A reader writes concerning the notion that going to a one-payer system might have unforeseen consequences for the development of health therapies:
A large amount (most? I’m too lazy to go research it) of pharmaceutical research is paid for by us, the taxpayer, through the government. NIH sponsors a lot of other medical research. So I don’t buy that we wouldn’t have these products, procedures and drugs if the USA didn’t allow private corporations to extort the US populace over health care. I don’t buy that at all. Costs in other nations for procedures done the world over (and most likely not invented here) is a fraction of what they cost here. There is gouging and profiteering on every level of our health care system. Every. Level.
I do not contest my reader’s point concerning basic research – but it’s also incontestable that U.S. companies spend $ billions trying to bring these therapies to market, and often fail. The lure for the businessman, which is often far different than for the researcher, is the immense profits, and those immense profits, if attained, pay for all those failed attempts.
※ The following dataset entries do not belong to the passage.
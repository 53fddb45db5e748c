/**
 * The sample-budget sweep: for each method and budget, bake the specular chain (levels >= 1) of one probe,
 * time it (median of repeats) and measure each level against the brute-force reference convolution:
 * relative RMSE of BT.709 luminance, and the 99.9th-percentile texel error (|Y - Y_ref| over the level's
 * mean reference luminance), where fireflies show. Writes nothing itself; see sweepReport() for files.
 */
import { readFileSync } from 'node:fs';
import { luminance } from '@lightkiln/math';
import { WorkerPool, getSharedPool } from '@lightkiln/pool';
import { aborted, invalidOption, LightkilnError, toLightkilnError } from './errors.js';
import { levelDescriptors, resolveRecipe, SAMPLE_PRESETS } from './recipe.js';
import { buildPyramid } from './stages/pyramid.js';
import { decodeSource } from './stages/source.js';
import { prefilterLevels } from './stages/specular.js';
export const SWEEP_METHODS = ['plain', 'filtered', 'filtered-rotated', 'quadrature'];
function levelErrors(test, ref) {
    const n = ref.length / 3;
    const errs = new Float64Array(n);
    let se = 0;
    let sumY = 0;
    for (let t = 0; t < n; t++) {
        const yr = luminance(ref[t * 3], ref[t * 3 + 1], ref[t * 3 + 2]);
        const yt = luminance(test[t * 3], test[t * 3 + 1], test[t * 3 + 2]);
        se += (yt - yr) ** 2;
        sumY += yr;
        errs[t] = Math.abs(yt - yr);
    }
    const mean = sumY / n;
    errs.sort();
    const idx = Math.min(n - 1, Math.ceil(0.999 * n) - 1);
    return { rmse: Math.sqrt(se / n) / mean, p999: errs[idx] / mean };
}
function median(values) {
    const s = [...values].sort((a, b) => a - b);
    return s.length % 2 === 1 ? s[s.length >> 1] : (s[s.length / 2 - 1] + s[s.length / 2]) / 2;
}
/** log-log interpolation of y at x along points sorted by x (clamped to the ends). */
function interpolateLogLog(points, x) {
    const p = [...points].sort((a, b) => a.x - b.x);
    if (x <= p[0].x)
        return p[0].y;
    if (x >= p[p.length - 1].x)
        return p[p.length - 1].y;
    for (let i = 1; i < p.length; i++) {
        if (x <= p[i].x) {
            const a = p[i - 1];
            const b = p[i];
            const t = (Math.log(x) - Math.log(a.x)) / (Math.log(b.x) - Math.log(a.x));
            return Math.exp(Math.log(Math.max(a.y, 1e-12)) * (1 - t) + Math.log(Math.max(b.y, 1e-12)) * t);
        }
    }
    return p[p.length - 1].y;
}
export async function sweepBudgets(options) {
    try {
        const recipe = resolveRecipe(options.recipe);
        const budgets = options.budgets ?? [16, 32, 64, 128, 256, 512, 1024, 2048, 'default'];
        const methods = options.methods ?? SWEEP_METHODS;
        const repeats = options.repeats ?? 3;
        if (!Number.isInteger(repeats) || repeats < 1 || repeats > 50)
            throw invalidOption('repeats', 'must be an integer in 1..50', repeats);
        for (const b of budgets)
            if (b !== 'default' && (!Number.isInteger(b) || b < 1 || b > recipe.limits.maxSamples))
                throw invalidOption('budgets', `entries must be integers in 1..${recipe.limits.maxSamples} or "default"`, b);
        for (const m of methods)
            if (!SWEEP_METHODS.includes(m))
                throw invalidOption('methods', `entries must be one of ${SWEEP_METHODS.join(', ')}`, m);
        const ownPool = options.threads === 0 ? new WorkerPool({ threads: 0 }) : null;
        const pool = ownPool ?? getSharedPool(options.threads === undefined ? {} : { threads: options.threads });
        const ctx = { pool, signal: options.signal, onProgress: options.onProgress, targetTileCost: undefined };
        try {
            const raw = options.recipe.input;
            const bytes = raw.bytes ?? (raw.path !== undefined ? readFileSync(raw.path) : null);
            if (bytes === null)
                throw new LightkilnError('INVALID_RECIPE', 'invalid recipe: the sweep takes input.path or input.bytes');
            const source = decodeSource(recipe, [{ name: recipe.input.name, bytes: new Uint8Array(bytes.buffer, bytes.byteOffset, bytes.byteLength) }]);
            const pyramid = await buildPyramid(source, recipe.size, recipe.rotationDeg, ctx);
            const levelRequests = (samples) => levelDescriptors(recipe, samples).slice(1);
            const t0 = performance.now();
            const reference = await prefilterLevels(pyramid, levelRequests(recipe.samples), { ...recipe, quality: 'reference' }, ctx);
            const referenceMs = performance.now() - t0;
            const [lo, hi] = SAMPLE_PRESETS.default;
            const presetSamples = recipe.roughness.map((r) => Math.max(8, Math.round((lo + (hi - lo) * r) / 8) * 8));
            // One untimed run first, so the JIT has compiled the kernel before the first timed point.
            await prefilterLevels(pyramid, levelRequests(recipe.roughness.map(() => 16)), { ...recipe, quality: 'sampled' }, ctx);
            const points = [];
            for (const method of methods) {
                for (const budget of method === 'quadrature' ? ['default'] : budgets) {
                    if (options.signal?.aborted)
                        throw aborted(options.signal.reason);
                    const samples = budget === 'default' ? presetSamples : recipe.roughness.map(() => budget);
                    const spec = method === 'quadrature'
                        ? { ...recipe, quality: 'quadrature' }
                        : { ...recipe, quality: 'sampled', filtered: method !== 'plain', rotateSequence: method === 'filtered-rotated' };
                    const times = [];
                    let levels = [];
                    for (let r = 0; r < repeats; r++) {
                        const started = performance.now();
                        levels = await prefilterLevels(pyramid, levelRequests(samples), spec, ctx);
                        times.push(performance.now() - started);
                    }
                    const errors = levels.map((level, i) => levelErrors(level.data, reference[i].data));
                    points.push({ method, budget, medianMs: median(times), repeats, relativeRmse: [0, ...errors.map((e) => e.rmse)], p999: [0, ...errors.map((e) => e.p999)] });
                }
            }
            return { probe: recipe.name, size: recipe.size, roughness: recipe.roughness, referenceMs, points, summary: summarise(points) };
        }
        finally {
            if (ownPool !== null)
                await ownPool.close();
        }
    }
    catch (error) {
        throw toLightkilnError(error);
    }
}
function summarise(points) {
    const worst = (v) => Math.max(...v);
    const filtered = points.filter((p) => p.method === 'filtered');
    const under = filtered.filter((p) => p.budget !== 'default' && worst(p.relativeRmse) < 0.01).sort((a, b) => a.medianMs - b.medianMs);
    const cheapest = under[0] ?? null;
    const def = filtered.find((p) => p.budget === 'default') ?? null;
    const plain = points.filter((p) => p.method === 'plain' && p.budget !== 'default');
    const plainDefault = points.find((p) => p.method === 'plain' && p.budget === 'default') ?? null;
    let ratio = null;
    const filteredCurve = filtered.filter((p) => p.budget !== 'default');
    if (plainDefault !== null && plain.length > 1 && filteredCurve.length > 1) {
        const t = plainDefault.medianMs;
        const plainAtT = interpolateLogLog(plain.map((p) => ({ x: p.medianMs, y: worst(p.p999) })), t);
        const filteredAtT = interpolateLogLog(filteredCurve.map((p) => ({ x: p.medianMs, y: worst(p.p999) })), t);
        ratio = filteredAtT / plainAtT;
    }
    return {
        cheapestUnderOnePercent: cheapest === null ? null : { budget: cheapest.budget, medianMs: cheapest.medianMs },
        defaultMs: def?.medianMs ?? null,
        defaultOverCheapest: def !== null && cheapest !== null ? def.medianMs / cheapest.medianMs : null,
        filteredOverPlainP999AtDefaultTime: ratio,
    };
}
/** CSV, Markdown and SVG (error vs time, log-log, one line per method) of a sweep. */
export function sweepReport(result) {
    const levels = result.roughness.length;
    const head = ['method', 'budget', 'median_ms', 'repeats', ...Array.from({ length: levels - 1 }, (_, i) => `rmse_l${i + 1}`), ...Array.from({ length: levels - 1 }, (_, i) => `p999_l${i + 1}`)];
    const csv = [head.join(','), ...result.points.map((p) => [p.method, p.budget, p.medianMs.toFixed(2), p.repeats, ...p.relativeRmse.slice(1).map((v) => v.toExponential(4)), ...p.p999.slice(1).map((v) => v.toExponential(4))].join(','))].join('\n') + '\n';
    const pct = (v) => `${(v * 100).toFixed(2)}`;
    const s = result.summary;
    const md = [
        `# Sample-budget sweep: ${result.probe} (${result.size}^2 faces, ${levels} levels)`,
        '',
        `Timings are medians of ${result.points[0]?.repeats ?? 0} runs of the specular chain (levels 1..${levels - 1}); errors are against the brute-force reference (${result.referenceMs.toFixed(0)} ms), in % of each level's mean luminance.`,
        '',
        `| method | budget | ms | worst-level RMSE % | worst-level p99.9 % | ${result.roughness.slice(1).map((r) => `RMSE % r=${r.toFixed(2)}`).join(' | ')} |`,
        `| --- | --- | --- | --- | --- | ${result.roughness.slice(1).map(() => '---').join(' | ')} |`,
        ...result.points.map((p) => `| ${p.method} | ${p.budget} | ${p.medianMs.toFixed(1)} | ${pct(Math.max(...p.relativeRmse))} | ${pct(Math.max(...p.p999))} | ${p.relativeRmse.slice(1).map(pct).join(' | ')} |`),
        '',
        `- cheapest filtered budget under 1% RMSE on every level: ${s.cheapestUnderOnePercent === null ? 'none in this sweep' : `${s.cheapestUnderOnePercent.budget} (${s.cheapestUnderOnePercent.medianMs.toFixed(1)} ms)`}`,
        `- default preset (filtered): ${s.defaultMs === null ? 'not swept' : `${s.defaultMs.toFixed(1)} ms`}${s.defaultOverCheapest === null ? '' : `, ${s.defaultOverCheapest.toFixed(2)}x the cheapest`}`,
        `- filtered / plain worst-level p99.9 error at the plain default-preset time: ${s.filteredOverPlainP999AtDefaultTime === null ? 'n/a' : s.filteredOverPlainP999AtDefaultTime.toFixed(3)}`,
        '',
    ].join('\n');
    return { csv, markdown: md, svg: sweepSvg(result) };
}
function sweepSvg(result) {
    const W = 900;
    const H = 380;
    const panels = [
        { title: 'worst-level relative RMSE', value: (p) => Math.max(...p.relativeRmse) },
        { title: 'worst-level 99.9th-percentile error', value: (p) => Math.max(...p.p999) },
    ];
    const colours = { plain: '#c0392b', filtered: '#2471a3', 'filtered-rotated': '#229954', quadrature: '#7d3c98' };
    const pts = result.points.filter((p) => p.budget !== 'default' || p.method === 'quadrature');
    const xs = pts.map((p) => Math.log10(Math.max(p.medianMs, 1e-3)));
    const x0 = Math.floor(Math.min(...xs));
    const x1 = Math.ceil(Math.max(...xs));
    const parts = [`<svg xmlns="http://www.w3.org/2000/svg" width="${W}" height="${H}" viewBox="0 0 ${W} ${H}" font-family="sans-serif" font-size="12">`, `<rect width="${W}" height="${H}" fill="#ffffff"/>`];
    panels.forEach((panel, k) => {
        const left = 60 + k * (W / 2);
        const top = 30;
        const pw = W / 2 - 90;
        const ph = H - 80;
        const ys = pts.map((p) => Math.log10(Math.max(panel.value(p), 1e-6)));
        const y0 = Math.floor(Math.min(...ys));
        const y1 = Math.ceil(Math.max(...ys));
        const X = (v) => left + ((v - x0) / Math.max(1e-9, x1 - x0)) * pw;
        const Y = (v) => top + ph - ((v - y0) / Math.max(1e-9, y1 - y0)) * ph;
        parts.push(`<text x="${left}" y="18" font-weight="bold">${panel.title} vs time (log-log)</text>`);
        parts.push(`<rect x="${left}" y="${top}" width="${pw}" height="${ph}" fill="none" stroke="#888"/>`);
        for (let d = x0; d <= x1; d++)
            parts.push(`<line x1="${X(d)}" y1="${top + ph}" x2="${X(d)}" y2="${top + ph + 4}" stroke="#888"/><text x="${X(d)}" y="${top + ph + 16}" text-anchor="middle">${10 ** d} ms</text>`);
        for (let d = y0; d <= y1; d++)
            parts.push(`<line x1="${left - 4}" y1="${Y(d)}" x2="${left}" y2="${Y(d)}" stroke="#888"/><text x="${left - 6}" y="${Y(d) + 4}" text-anchor="end">${+(100 * 10 ** d).toPrecision(3)}%</text>`);
        const methods = [...new Set(pts.map((p) => p.method))];
        methods.forEach((m, i) => {
            const line = pts.filter((p) => p.method === m).sort((a, b) => a.medianMs - b.medianMs);
            const d = line.map((p, j) => `${j === 0 ? 'M' : 'L'}${X(Math.log10(Math.max(p.medianMs, 1e-3))).toFixed(1)},${Y(Math.log10(Math.max(panel.value(p), 1e-6))).toFixed(1)}`).join(' ');
            parts.push(`<path d="${d}" fill="none" stroke="${colours[m]}" stroke-width="2"/>`);
            for (const p of line)
                parts.push(`<circle cx="${X(Math.log10(Math.max(p.medianMs, 1e-3))).toFixed(1)}" cy="${Y(Math.log10(Math.max(panel.value(p), 1e-6))).toFixed(1)}" r="3" fill="${colours[m]}"><title>${m} ${p.budget}: ${p.medianMs.toFixed(1)} ms</title></circle>`);
            parts.push(`<text x="${left + 8}" y="${top + 16 + i * 15}" fill="${colours[m]}">${m}</text>`);
        });
        for (const p of result.points.filter((q) => q.budget === 'default')) {
            parts.push(`<rect x="${X(Math.log10(p.medianMs)) - 4}" y="${Y(Math.log10(Math.max(panel.value(p), 1e-6))) - 4}" width="8" height="8" fill="none" stroke="${colours[p.method]}" stroke-width="2"><title>${p.method} default preset</title></rect>`);
        }
    });
    parts.push(`<text x="60" y="${H - 8}" fill="#555">squares: the default preset; ${result.probe}, ${result.size}^2 faces</text>`, '</svg>');
    return `${parts.join('\n')}\n`;
}
//# sourceMappingURL=sweep.js.map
If you can’t point at potential profits to carry the cost of your failures, who invests? It’s an interesting question. Do we then make it all a government operation and let the taxpayers cover them? In some respects, such as vaccinations and anti-venom drugs, as I’ve noted elsewhere, this may actually be a net positive for the system. But for novel therapies for maladies which have proven difficult? That conclusion isn’t nearly as clear. Unlike some, I like the idea of using a methodology of setting medical research priorities through some other method than where the biggest profits might be found – but I could be wrong. Maybe profit-dowsing is more effective.
Unforeseen consequences. It’s worth worrying about.